Given data:
* * * * * * * * *

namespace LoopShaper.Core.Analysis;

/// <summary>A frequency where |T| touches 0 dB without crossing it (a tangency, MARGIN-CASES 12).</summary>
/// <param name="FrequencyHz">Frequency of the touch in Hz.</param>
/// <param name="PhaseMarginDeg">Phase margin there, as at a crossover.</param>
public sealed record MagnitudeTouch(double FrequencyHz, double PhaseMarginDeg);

* * * * * * * * *

Problem to work on: Reproduce each line of the material above precisely.

Answer to this problem:
namespace LoopShaper.Core.Analysis;

/// <summary>A frequency where |T| touches 0 dB without crossing it (a tangency, MARGIN-CASES 12).</summary>
/// <param name="FrequencyHz">Frequency of the touch in Hz.</param>
/// <param name="PhaseMarginDeg">Phase margin there, as at a crossover.</param>
public sealed record MagnitudeTouch(double FrequencyHz, double PhaseMarginDeg);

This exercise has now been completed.